# Compounds steps

I am having trouble to understand how does the iteration are made with different compounds steps.

I’m running the model explained in:

And it’s using the NUTS sampler for the continuous variable and CategoricalGibbsMetropolis sampler for the two discrete variables.

The only explanation I could find in the documentation is:
“sampling proceeds by first applying step1 then step2 at each iteration.” I don’t really understand how the two sampler could be used at each iteration.
and an open issue on github that raises the issue that compound step in sampling is not explained in the documentation:

From what I can see when I plot the step_size_bar, I understand it as it runs all the iteration using the first sampler and then run all the iterations again using the second sampler:

n = aCH_.eval().shape[1]
with pm.Model() as basic_model:
# Priors for unknown model parameters
b1 = pm.Uniform('b1', lower=0.3, upper=0.5, testval=0.45)
ncomp_aCH = pm.Categorical('ncomp_aCH', p=np.ones(n)/n)
ncomp_aCOH = pm.Categorical('ncomp_aCOH', p=np.ones(n)/n)

aCH=aCH_[0, ncomp_aCH]
aCOH=aCOH_[0, ncomp_aCOH]

out= b1*aCH+aCOH

# Likelihood (sampling distribution) of observations
Y_obs = pm.Normal('Y_obs', mu=out, tau=sigma, observed=Y)

trace = pm.sample(2000000, progressbar=True)



plt.plot(trace['step_size_bar'])
plt.show()



Does anyone have any other informations on how does compound step sampling works?

1 Like

Yeah that part is not explained very well in the doc, that’s why I opened the issue there…

In brief, when Compound steps are involved, it takes a list of step to generate a list of methods.
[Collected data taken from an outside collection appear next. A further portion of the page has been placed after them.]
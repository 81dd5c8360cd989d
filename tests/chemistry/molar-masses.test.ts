import { expect, it } from 'vitest';
import { MOLAR_MASS } from '@/lib/chemistry/molar-masses';

/** Abridged standard atomic weights, IUPAC Commission on Isotopic Abundances and Atomic Weights 2021. */
const weight = { H: 1.008, B: 10.81, C: 12.011, N: 14.007, O: 15.999, Na: 22.99, S: 32.06, Cl: 35.45, Ca: 40.078 };

type Element = keyof typeof weight;

/** Atoms of each substance. */
const formulas: Record<keyof typeof MOLAR_MASS, Partial<Record<Element, number>>> = {
  chlorine: { Cl: 2 },
  calciumCarbonate: { Ca: 1, C: 1, O: 3 },
  cyanuricAcid: { C: 3, H: 3, N: 3, O: 3 },
  boron: { B: 1 },
  carbonDioxide: { C: 1, O: 2 },
  nitrogen: { N: 1 },
  hydrogenChloride: { H: 1, Cl: 1 },
  sodiumBisulfate: { Na: 1, H: 1, S: 1, O: 4 },
  sodiumBicarbonate: { Na: 1, H: 1, C: 1, O: 3 },
  sodiumCarbonate: { Na: 2, C: 1, O: 3 },
  sodiumHypochlorite: { Na: 1, O: 1, Cl: 1 },
  sodiumChloride: { Na: 1, Cl: 1 },
  sodiumHydroxide: { Na: 1, O: 1, H: 1 },
  calciumHypochlorite: { Ca: 1, O: 2, Cl: 2 },
  calciumHydroxide: { Ca: 1, O: 2, H: 2 },
  calciumChloride: { Ca: 1, Cl: 2 },
  trichlor: { C: 3, N: 3, O: 3, Cl: 3 },
  dichlorDihydrate: { C: 3, N: 3, O: 5, H: 4, Cl: 2, Na: 1 },
};

it.each(Object.entries(formulas) as [keyof typeof MOLAR_MASS, Partial<Record<Element, number>>][])(
  '%s weighs what its atoms weigh',
  (name, atoms) => {
    const sum = (Object.entries(atoms) as [Element, number][]).reduce(
      (mass, [element, n]) => mass + n * weight[element],
      0,
    );
    // Two decimals of the tables the masses were taken from, and the rounding of the weights.
    expect(MOLAR_MASS[name]).toBeCloseTo(sum, 1);
    expect(Math.abs(MOLAR_MASS[name] / sum - 1)).toBeLessThan(2e-4);
  },
);
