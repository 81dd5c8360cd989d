import { describe, expect, it } from 'vitest';
import {
  addDose,
  aerateToEquilibrium,
  type Dose,
  useUpChlorine as afterUseOf,
  type WaterAnalysis,
} from '@/lib/chemistry';
import { ErrorReport, referenceRows, type ReferenceRow } from './reference-table';

// Sources: tests/reference/dosing-ph.csv and chlorine-use.csv, made with PHREEQC 3.8.8 (USGS): one dose into closed,
// mixed water; then the same chlorine used up.
const dosing = new ErrorReport('dosing-ph.csv');
const use = new ErrorReport('chlorine-use.csv');

function waterOf(row: ReferenceRow): WaterAnalysis {
  return {
    freeChlorine: row.number('fc0'),
    cyanuricAcid: row.number('cya0'),
    pH: row.number('ph0'),
    temperature: row.number('temp_c'),
    dissolvedSolids: row.number('tds0'),
    totalAlkalinity: row.number('ta0'),
    calciumHardness: row.number('ch0'),
  };
}

/** What the table calls `product`, for 1 m3: the dose is mg/L of chlorine for chlorine products, else g or mL per m3. */
function doseOf(product: string, dose: number): Dose {
  const doses: Record<string, Dose> = {
    'hcl_31.45': { substance: 'hydrochloric-acid', amount: dose, strength: 31.45 },
    nahco3: { substance: 'sodium-bicarbonate', amount: dose },
    na2co3: { substance: 'sodium-carbonate', amount: dose },
    cya: { substance: 'cyanuric-acid', amount: dose },
    cacl2_77: { substance: 'calcium-chloride', amount: dose, strength: 77 },
    'naocl_12.5_pure': { substance: 'sodium-hypochlorite', amount: dose / 0.125, strength: 12.5 },
    'naocl_12.5_0.3naoh': { substance: 'sodium-hypochlorite', amount: dose / 0.125, strength: 12.5, alkali: 0.3 },
    cahypo_65_inert: { substance: 'calcium-hypochlorite', amount: dose / 0.65, strength: 65 },
    cahypo_65_4caoh2: { substance: 'calcium-hypochlorite', amount: dose / 0.65, strength: 65, alkali: 4 },
    trichlor: { substance: 'trichlor', amount: dose / 0.9153 },
    dichlor: { substance: 'dichlor', amount: dose / 0.554 },
  };
  const found = doses[product];
  if (found === undefined) throw new Error(`The table has a product this test does not know: ${product}`);
  return found;
}

describe('water after a dose, against PHREEQC', () => {
  it('every row of dosing-ph.csv: pH worst 0.015, RMS 0.005; the rest within 0.3 mg/L', () => {
    const rows = referenceRows('dosing-ph.csv');
    for (const row of rows) {
      const product = row.text('product');
      const after =
        product === 'aeration'
          ? aerateToEquilibrium(waterOf(row))
          : addDose(waterOf(row), 1, doseOf(product, row.number('dose')));
      const id = `${row.text('id')} ${product}`;
      expect(Math.abs(dosing.note('ph1', after.pH - row.number('ph1'))), id).toBeLessThanOrEqual(0.015);
      for (const [column, value] of [
        ['ta1', after.totalAlkalinity],
        ['ch1', after.calciumHardness],
        ['cya1', after.cyanuricAcid],
        ['fc1', after.freeChlorine],
      ] as const) {
        expect(Math.abs(dosing.note(column, value - row.number(column))), `${id} ${column}`).toBeLessThanOrEqual(0.3);
      }
    }
    expect(rows.length).toBeGreaterThanOrEqual(96);
    expect(dosing.rms('ph1')).toBeLessThanOrEqual(0.005);
  });

  it('every row of chlorine-use.csv: dosed, then used up', () => {
    const rows = referenceRows('chlorine-use.csv');
    for (const row of rows) {
      const product = row.text('product');
      const amount = row.number('fc_dosed');
      const before = waterOf(row);
      const dosed = product === 'none' ? before : addDose(before, 1, doseOf(product, amount));
      const used = afterUseOf(dosed, amount);
      const id = `${row.text('id')} ${product}`;
      expect(Math.abs(use.note('ph_dosed', dosed.pH - row.number('ph_dosed'))), id).toBeLessThanOrEqual(0.015);
      expect(Math.abs(use.note('ph_used', used.pH - row.number('ph_used'))), id).toBeLessThanOrEqual(0.015);
      for (const [column, value] of [
        ['ta_dosed', dosed.totalAlkalinity],
        ['ta_used', used.totalAlkalinity],
        ['cya_used', used.cyanuricAcid],
        ['ch_used', used.calciumHardness],
        ['fc_used_total', used.freeChlorine],
      ] as const) {
        expect(Math.abs(use.note(column, value - row.number(column))), `${id} ${column}`).toBeLessThanOrEqual(0.3);
      }
      const net = (used.totalAlkalinity - before.totalAlkalinity) / amount;
      expect(Math.abs(use.note('dta_net_per_ppm', net - row.number('dta_net_per_ppm'))), id).toBeLessThanOrEqual(0.001);
    }
    expect(rows.length).toBeGreaterThanOrEqual(57);
    expect(use.rms('ph_dosed')).toBeLessThanOrEqual(0.005);
    expect(use.rms('ph_used')).toBeLessThanOrEqual(0.005);
  });
});
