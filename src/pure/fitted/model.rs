//! One fitted quantity: its sum, its correction, its interval.

use super::described::{Described, Known};
use super::quantity::{Level, Quantity};
use super::scale::Scale;
use super::table::EnvironmentTable;
use crate::groups::environment::Order;

/// Distance at which two molecules have nothing to say about each other.
const REACH: f64 = 3.2;

/// Similarity of two molecules a distance apart: 1 for the same, 0 from [`REACH`] on.
///
/// `(1 − r)^4 (4 r + 1)`, r the distance over the reach: twice differentiable, positive
/// definite, and zero far away.
///
/// # Source
///
/// H. Wendland, Adv. Comput. Math. 4 (1995) 389–396, function φ(3,1), from memory.
pub fn similarity(squared_distance: f64) -> f64 {
    let r = squared_distance.max(0.0).sqrt() / REACH;
    if r >= 1.0 {
        return 0.0;
    }
    let near = (1.0 - r) * (1.0 - r);
    near * near * (4.0 * r + 1.0)
}

/// The same in single precision and without a branch, for many at once.
pub(super) fn similarity_f32(squared_distance: f32) -> f32 {
    let r = (squared_distance.sqrt() * (1.0 / REACH as f32)).min(1.0);
    let near = (1.0 - r) * (1.0 - r);
    near * near * (4.0 * r + 1.0)
}

/// Squared distance below which a molecule counts as a relative.
pub(super) const NEAR: f32 = (REACH * REACH / (RELATIVE * RELATIVE)) as f32;

/// A 90 % interval in the unit of the value.
pub type Interval = (f64, f64);

/// An estimate of a fitted quantity.
#[derive(Clone, Copy, Debug, PartialEq)]
pub struct Prediction {
    /// The value in SI units.
    pub value: f64,
    /// 90 % interval, ends in SI units.
    pub interval: Interval,
    /// Whether there are atoms of a kind that no molecule of this fit has.
    pub unknown_atoms: bool,
}

/// How many times nearer than for the correction a molecule has to be to count as a relative.
const RELATIVE: f64 = 8.0;

/// What counts of relatives before there is any: half a molecule with the usual error.
const NO_RELATIVE: f64 = 0.5;

/// The molecules of a fit near one molecule, and how well they came out in
/// cross-validation.
#[derive(Clone, Copy, Debug, PartialEq)]
pub struct Relatives {
    /// Similarity to the nearest.
    most_similar: f64,
    weight: f64,
    error: f64,
}

impl Default for Relatives {
    fn default() -> Self {
        Self {
            most_similar: 0.0,
            weight: NO_RELATIVE,
            error: NO_RELATIVE,
        }
    }
}

impl Relatives {
    /// Takes a molecule at a squared distance into account; `error` is its own in
    /// cross-validation over the mean of the fit.
    pub fn add(&mut self, squared_distance: f64, error: f64) {
        self.see(similarity(squared_distance));
        let weight = similarity(RELATIVE * RELATIVE * squared_distance);
        self.weight += weight;
        self.error += weight * error;
    }

    /// Takes the similarity to a molecule into account.
    pub(super) fn see(&mut self, similarity: f64) {
        self.most_similar = self.most_similar.max(similarity);
    }

    /// How far the nearest is: the root of what its similarity lacks to one, which
    /// near zero goes with the distance.
    pub fn nearest(&self) -> f64 {
        (1.0 - self.most_similar).max(0.0).sqrt()
    }

    /// As if every molecule were as far as the nearest: for levels without distances.
    pub const fn unknown() -> Self {
        Self {
            most_similar: 1.0,
            weight: 1.0,
            error: 1.0,
        }
    }

    pub(super) fn ln_density(&self) -> f64 {
        self.weight.ln()
    }

    pub(super) fn ln_error(&self) -> f64 {
        (self.error / self.weight).max(0.05).ln()
    }
}

/// A molecule of the fit.
#[derive(Clone, Copy, Debug, PartialEq)]
pub struct Supporting {
    /// Its number among all molecules of the reference.
    pub molecule: u32,
    /// Its part in the correction.
    pub part: f32,
    /// Its error in cross-validation over the mean of the fit.
    pub error: f32,
}

/// A fitted quantity at one level.
#[derive(Clone, Debug)]
pub struct Model {
    /// What it gives.
    pub quantity: Quantity,
    /// From what.
    pub level: Level,
    /// Constant term of the sum.
    pub intercept: f64,
    /// Weight of each term by number; see [`Described::each_term`].
    pub weights: Vec<f64>,
    /// Molecules of the fit.
    pub support: Vec<Supporting>,
    /// In how many molecules of this fit each environment occurs, by position.
    pub occurrences: Vec<u32>,
    /// Width of the error.
    pub scale: Scale,
    /// Errors of the support by number of the molecule, NaN for others; made by
    /// [`index`](Self::index).
    pub errors: Vec<f32>,
}

impl Model {
    /// Files the errors of the support by molecule.
    pub fn index(&mut self) {
        let last = self.support.iter().map(|other| other.molecule).max();
        self.errors = vec![f32::NAN; last.map_or(0, |last| last as usize + 1)];
        for other in &self.support {
            self.errors[other.molecule as usize] = other.error;
        }
    }

    /// The relatives of a molecule in this fit; `near` are all that are near enough,
    /// with their squared distances.
    pub(super) fn relatives(
        &self,
        near: impl Iterator<Item = (u32, f32)>,
        most_similar: f64,
    ) -> Relatives {
        let mut relatives = Relatives::default();
        relatives.see(most_similar);
        for (molecule, squared) in near {
            match self.errors.get(molecule as usize) {
                Some(error) if !error.is_nan() => {
                    relatives.add(f64::from(squared), f64::from(*error));
                }
                _ => {}
            }
        }
        relatives
    }

    /// The linear sum without correction.
    pub(super) fn linear(
        &self,
        table: &EnvironmentTable,
        described: &Described,
        known: Option<Known>,
    ) -> f64 {
        let mut sum = self.intercept;
        described.each_term(table, self.quantity, self.level, known, |term, value| {
            sum += self.weights[term as usize] * value;
        });
        sum
    }

    /// How rare the environments of a molecule are in this fit: the sum over
    /// those of first and second order of one over their occurrences.
    pub fn rarity(&self, described: &Described) -> f64 {
        rarity(described, &self.occurrences, self.level)
    }

    /// Whether the molecule has an atom of a kind that no molecule of this fit has,
    /// whatever it is bound to: then there is no value.
    pub fn has_new_kind_of_atom(&self, described: &Described) -> bool {
        has_new_kind_of_atom(described, &self.occurrences)
    }

    /// Whether some atom of the molecule is of a kind that no molecule of this
    /// fit has, be it by itself or, for hetero atoms, with its neighbors.
    pub fn has_unknown_atoms(&self, described: &Described) -> bool {
        has_unknown_atoms(described, &self.occurrences)
    }
}

/// Whether a first-order environment of the molecule occurs nowhere.
pub fn has_unknown_atoms(described: &Described, occurrences: &[u32]) -> bool {
    let new = described.unknown.iter();
    new.map(|entry| entry.1).any(|order| order <= Order::First)
        || described
            .found_up_to(Order::First)
            .any(|position| occurrences[position as usize] == 0)
}

/// Whether the molecule has an atom of a kind that occurs nowhere, whatever it is bound to.
pub fn has_new_kind_of_atom(described: &Described, occurrences: &[u32]) -> bool {
    let mut new = described.unknown.iter();
    new.any(|entry| entry.1 == Order::Atom)
        || described
            .found_up_to(Order::Atom)
            .any(|position| occurrences[position as usize] == 0)
}

/// The sum over the environments that a level looks at, up to the second order, of
/// one over their occurrences.
pub fn rarity(described: &Described, occurrences: &[u32], level: Level) -> f64 {
    let known: f64 = described
        .found_up_to(farthest(level))
        .map(|position| 1.0 / (f64::from(occurrences[position as usize]) + 0.5))
        .sum();
    known + 2.0 * unknown_environments(described, level) as f64
}

/// How many environments that a level looks at the table does not have.
pub fn unknown_environments(described: &Described, level: Level) -> usize {
    let unknown = described.unknown.iter();
    unknown.filter(|entry| entry.1 <= farthest(level)).count()
}

/// The last order that says how rare a molecule is: the count level does not see more
/// than the first.
const fn farthest(level: Level) -> Order {
    match level {
        Level::Count => Order::First,
        Level::Structure => Order::Second,
    }
}

impl Quantity {
    /// The sum that belongs to a value: the inverse of [`closed`](Self::closed).
    pub fn opened(self, value: f64, heavy_atoms: f64, known: Option<Known>) -> Option<f64> {
        let sum = match self {
            Self::BoilingPoint => (value / 400.0).powi(2),
            Self::MolarVolume => 1e5 * value / heavy_atoms,
            Self::MeltingPoint => value / 100.0,
            Self::FlashPoint => (value - self.base(known?)) / 100.0,
            Self::HansenDispersion | Self::HansenPolar | Self::HansenHydrogenBonding => {
                value / 1000.0
            }
            Self::LogPOctanolWater => value,
            Self::IdealGasEnthalpyOfFormation => value / 1e5,
            _ => (value / self.base(known?)).ln(),
        };
        sum.is_finite().then_some(sum)
    }

    /// A sum brought to where the quantity can be: two are not negative by definition.
    pub(super) fn settled(self, sum: f64) -> f64 {
        match self {
            Self::HansenPolar | Self::HansenHydrogenBonding => sum.max(0.0),
            _ => sum,
        }
    }

    /// The value that belongs to a sum: it grows with the sum, for every quantity.
    ///
    /// `None` where the sum is outside what the closing function takes, or
    /// what the quantity rests on is not known.
    pub fn closed(self, sum: f64, heavy_atoms: f64, known: Option<Known>) -> Option<f64> {
        let value = match self {
            // below 60 K nothing of the fit boils
            Self::BoilingPoint => (sum > 0.0225).then(|| 400.0 * sum.sqrt())?,
            Self::MolarVolume => (sum > 0.0).then_some(1e-5 * sum * heavy_atoms)?,
            Self::MeltingPoint => (sum > 0.0).then_some(100.0 * sum)?,
            Self::FlashPoint => {
                let value = self.base(known?) + 100.0 * sum;
                (value > 0.0).then_some(value)?
            }
            Self::HansenPolar | Self::HansenHydrogenBonding => 1000.0 * self.settled(sum),
            Self::HansenDispersion => (sum > 0.0).then_some(1000.0 * sum)?,
            Self::LogPOctanolWater => sum,
            Self::IdealGasEnthalpyOfFormation => 1e5 * sum,
            _ => self.base(known?) * sum.exp(),
        };
        value.is_finite().then_some(value)
    }

    /// A first guess from what the quantity rests on; the sum tells the deviation from it.
    /// The rules are quoted from memory: the fit makes up for what they miss.
    fn base(self, known: Known) -> f64 {
        const R: f64 = crate::quantity::GAS_CONSTANT_J_PER_MOL_K;
        let tb = known.boiling_point_k;
        let volume = known.molar_volume_m3_per_mol;
        match self {
            // Guldberg's rule: the critical temperature is one and a half times the boiling point
            Self::CriticalTemperature => 1.5 * tb,
            Self::CriticalPressure => 0.26 * R * 1.5 * tb / (2.7 * volume),
            Self::CriticalVolume => 2.7 * volume,
            // the rule of Kistiakowsky, carried to 298.15 K in the manner of Watson
            Self::VaporPressureSlope => 4.4 + tb.ln(),
            Self::EnthalpyOfVaporizationAt298 => {
                R * tb * (4.4 + tb.ln()) * (3.0 * room(1.5 * tb)).powf(0.38)
            }
            // the power law of van der Waals and Guggenheim
            Self::SurfaceTension => 0.055 * room(1.6 * tb).powf(11.0 / 9.0),
            Self::FlashPoint => 0.7 * tb,
            Self::Viscosity => (tb / 150.0 - 8.0).exp(),
            _ => 1.0,
        }
    }
}

/// How far 298.15 K is below a critical temperature, as a part of it; at least 0.03, since
/// a rough critical temperature may lie below.
fn room(critical_temperature_k: f64) -> f64 {
    (1.0 - crate::quantity::REFERENCE_TEMPERATURE_K / critical_temperature_k).max(0.03)
}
So for example if you do

with pm.Model() as m:
rv1 = ...
...
step1 = pm.Metropolis([rv1, rv2])
step2 = pm.CategoricalGibbsMetropolis([rv3])
trace = pm.sample(..., step=[step1, step2]...)


The Compound step is now contain a list of methods:

And at each sample, it iterates each method, which takes a point as input, and generates a new point as output. The new point is proposed within each step via a stochastic kernel, and if the proposal was rejected by MH criteria it just outputs the original input point

Take a simple example:

n_=theano.shared(np.asarray([10, 15]))
with pm.Model() as m:
p = pm.Beta('p', 1., 1.)
ni = pm.Bernoulli('ni', .5)
k = pm.Binomial('k', p=p, n=n_[ni], observed=4)


Now specify the step:

with m:
step1 = pm.Metropolis([m.free_RVs[0]])
step2 = pm.BinaryGibbsMetropolis([ni])


And now you can pass a point to the step, and see what happens:

point = m.test_point
point
# {'ni': array(0), 'p_logodds__': array(0.)}

point, state = step1.step(point=point)
point, state
# ({'ni': array(0), 'p_logodds__': array(0.69089502)},
# [{'accept': 0.8832003265520174, 'tune': True}])


as you can see, the value of ni does not change, but p_logodds__ is updated.

And similarly, you can get a sample using the step2:

# (notice that there is no generates_stats, so only output the point here.)
point = step2.step(point=point)
point
# {'ni': array(0), 'p_logodds__': array(0.69089502)}


Compound step works exactly like this by iterating all the steps within the list. In effect, it is a metropolis hastings within gibbs sampling.

1 Like

I hope this clarifies a bit - it took me sometimes to understand the details as well.
Also, it would be a welcome contribution if you extend this into a doc

I can surely try. However this is not clear to me, but that’s probably because I focused on understanding the standard Metropolis-Hasting algorithm with a random walk proposal until now and I haven’t take the time to fully understand Gibbs sampling.

I’m going to take sometime to read some references on Gibbs and on NUTS and will come back to you either if I still don’t understand or if I am confident enough in my understanding to write a doc.

1 Like

Ok I think I got it.

So it’s basically Gibbs sampling where a sample from the conditionnal distribution is generated using in your example one iteration of: Metropolis for parameter p and Binary Gibbs Metropolis for ni ? But of course the Metropolis/Binary Gibbs metropolis can refuse the proposed new parameter and no change for that parameter occured.

When the steps are automatically attributed to parameters, how do we know in which order does the two steps take place? Is it a random order at each iteration or a fixed one?

Exactly. Notice that it is not exactly Gibbs sampling as it does not generate from a conditional probability. More precisely it updates in a Gibbs like fashion where the accept-reject is based on comparing the ratio of the conditional logp with p \sim \text{Uniform}(0, 1)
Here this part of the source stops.